__Exercise instructions__:
Copy out the entries below precisely; nothing is to be omitted.

-- Dataset entries follows --

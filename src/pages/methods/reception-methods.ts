/** Reception logs: kept beside the docstrings of shared/reception and shared/math/statistics.ts. */
import type { MethodGroup } from "./methods.ts";

export const RECEPTION_METHODS: readonly MethodGroup[] = [
  {
    id: "reception",
    title: "Reception logs",
    methods: [
      {
        title: "Loss ratio",
        text: "Of $n$ packets $k$ were lost. The exact interval, and the score interval with $z$ = 1.96 for 95 %. Where losses come in bursts of memory $m$, $n$ packets are worth fewer independent ones, and the score interval is given for so many.",
        formulas: [
          "exact: B(α/2; k, n - k + 1) to B(1 - α/2; k + 1, n - k)",
          "score: (p + z^2 / 2n ± z sqrt(p (1 - p) / n + z^2 / 4n^2)) / (1 + z^2 / n)",
          "n_{independent} = n (1 - m) / (1 + m)",
        ],
        source:
          "Clopper and Pearson, Biometrika 26, 1934; Wilson, J. Am. Stat. Assoc. 22, 1927; choice: Brown, Cai and DasGupta, Stat. Sci. 16(2), 2001",
      },
      {
        title: "Gilbert-Elliott by maximum likelihood",
        text: "A packet is lost exactly when the channel is bad, so the states are seen; $n_{ij}$ counts the moves from $i$ to $j$, 1 is lost. The ratio of its likelihood to that of independent losses is tested with one degree of freedom.",
        formulas: [
          "g = n_{01} / (n_{00} + n_{01})",
          "b = n_{10} / (n_{10} + n_{11})",
          "mean burst = 1 / b, mean gap = 1 / g",
          "correlation over k packets = (1 - g - b)^k",
        ],
        source: "Gilbert, Bell Syst. Tech. J. 39, 1960; Anderson and Goodman, Ann. Math. Stat. 28, 1957; Billingsley, 1961",
      },
      {
        title: "Runs test",
        text: "$R$ runs of $n_1$ lost and $n_2$ delivered packets. Below 20 losses, and where losses are rare, the exact distribution counts; below 10 losses the answer is that they are too few to tell, with the length of bursts that would have shown.",
        formulas: [
          "mean = 2 n_1 n_2 / n + 1",
          "variance = 2 n_1 n_2 (2 n_1 n_2 - n) / (n^2 (n - 1))",
          "P(R = 2k) = 2 C(n_1 - 1, k - 1) C(n_2 - 1, k - 1) / C(n, n_1)",
        ],
        source: "Wald and Wolfowitz, Ann. Math. Stat. 11, 1940; NIST/SEMATECH e-Handbook 1.3.5.13",
      },
      {
        title: "Autocorrelation",
        text: "Over ten packets, with the full series’ mean; $Q$ is tested as chi-square with ten degrees of freedom.",
        formulas: ["Q = n (n + 2) Σ_{k=1}^{h} ρ_k^2 / (n - k)"],
        source: "Ljung and Box, Biometrika 65(2), 1978",
      },
      {
        title: "Successive outcomes",
        text: "Pearson’s chi-square on the table of lost and delivered after lost and delivered, one degree of freedom. Of three looks at the same losses each has to be three times as sure.",
        source: "Pearson, Philos. Mag. 50, 1900; Bonferroni’s inequality",
      },
      {
        title: "How long to measure",
        text: "The fewest packets that show a reliability $R$ with confidence $C$ when $c$ of them may be lost; for independent losses.",
        formulas: ["without a loss: n = ⌈ln(1 - C) / ln R⌉", "else the smallest n with P(at most c of n lost) ≤ 1 - C"],
        source: "Success run; exact binomial test",
      },
    ],
  },
];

-- Dataset entries concluded --

__Output below__:
filename src/pages/methods/reception-methods.ts
/** Reception logs: kept beside the docstrings of shared/reception and shared/math/statistics.ts. */
import type { MethodGroup } from "./methods.ts";

export const RECEPTION_METHODS: readonly MethodGroup[] = [
  {
    id: "reception",
    title: "Reception logs",
    methods: [
      {
        title: "Loss ratio",
        text: "Of $n$ packets $k$ were lost. The exact interval, and the score interval with $z$ = 1.96 for 95 %. Where losses come in bursts of memory $m$, $n$ packets are worth fewer independent ones, and the score interval is given for so many.",
        formulas: [
          "exact: B(α/2; k, n - k + 1) to B(1 - α/2; k + 1, n - k)",
          "score: (p + z^2 / 2n ± z sqrt(p (1 - p) / n + z^2 / 4n^2)) / (1 + z^2 / n)",
          "n_{independent} = n (1 - m) / (1 + m)",
        ],
        source:
          "Clopper and Pearson, Biometrika 26, 1934; Wilson, J. Am. Stat. Assoc. 22, 1927; choice: Brown, Cai and DasGupta, Stat. Sci. 16(2), 2001",
      },
      {
        title: "Gilbert-Elliott by maximum likelihood",
        text: "A packet is lost exactly when the channel is bad, so the states are seen; $n_{ij}$ counts the moves from $i$ to $j$, 1 is lost. The ratio of its likelihood to that of independent losses is tested with one degree of freedom.",
        formulas: [
          "g = n_{01} / (n_{00} + n_{01})",
          "b = n_{10} / (n_{10} + n_{11})",
          "mean burst = 1 / b, mean gap = 1 / g",
          "correlation over k packets = (1 - g - b)^k",
        ],
        source: "Gilbert, Bell Syst. Tech. J. 39, 1960; Anderson and Goodman, Ann. Math. Stat. 28, 1957; Billingsley, 1961",
      },
      {
        title: "Runs test",
        text: "$R$ runs of $n_1$ lost and $n_2$ delivered packets. Below 20 losses, and where losses are rare, the exact distribution counts; below 10 losses the answer is that they are too few to tell, with the length of bursts that would have shown.",
        formulas: [
          "mean = 2 n_1 n_2 / n + 1",
          "variance = 2 n_1 n_2 (2 n_1 n_2 - n) / (n^2 (n - 1))",
          "P(R = 2k) = 2 C(n_1 - 1, k - 1) C(n_2 - 1, k - 1) / C(n, n_1)",
        ],
        source: "Wald and Wolfowitz, Ann. Math. Stat. 11, 1940; NIST/SEMATECH e-Handbook 1.3.5.13",
      },
      {
        title: "Autocorrelation",
        text: "Over ten packets, with the full series’ mean; $Q$ is tested as chi-square with ten degrees of freedom.",
        formulas: ["Q = n (n + 2) Σ_{k=1}^{h} ρ_k^2 / (n - k)"],
        source: "Ljung and Box, Biometrika 65(2), 1978",
      },
      {
        title: "Successive outcomes",
        text: "Pearson’s chi-square on the table of lost and delivered after lost and delivered, one degree of freedom. Of three looks at the same losses each has to be three times as sure.",
        source: "Pearson, Philos. Mag. 50, 1900; Bonferroni’s inequality",
      },
      {
        title: "How long to measure",
        text: "The fewest packets that show a reliability $R$ with confidence $C$ when $c$ of them may be lost; for independent losses.",
        formulas: ["without a loss: n = ⌈ln(1 - C) / ln R⌉", "else the smallest n with P(at most c of n lost) ≤ 1 - C"],
        source: "Success run; exact binomial test",
      },
    ],
  },
];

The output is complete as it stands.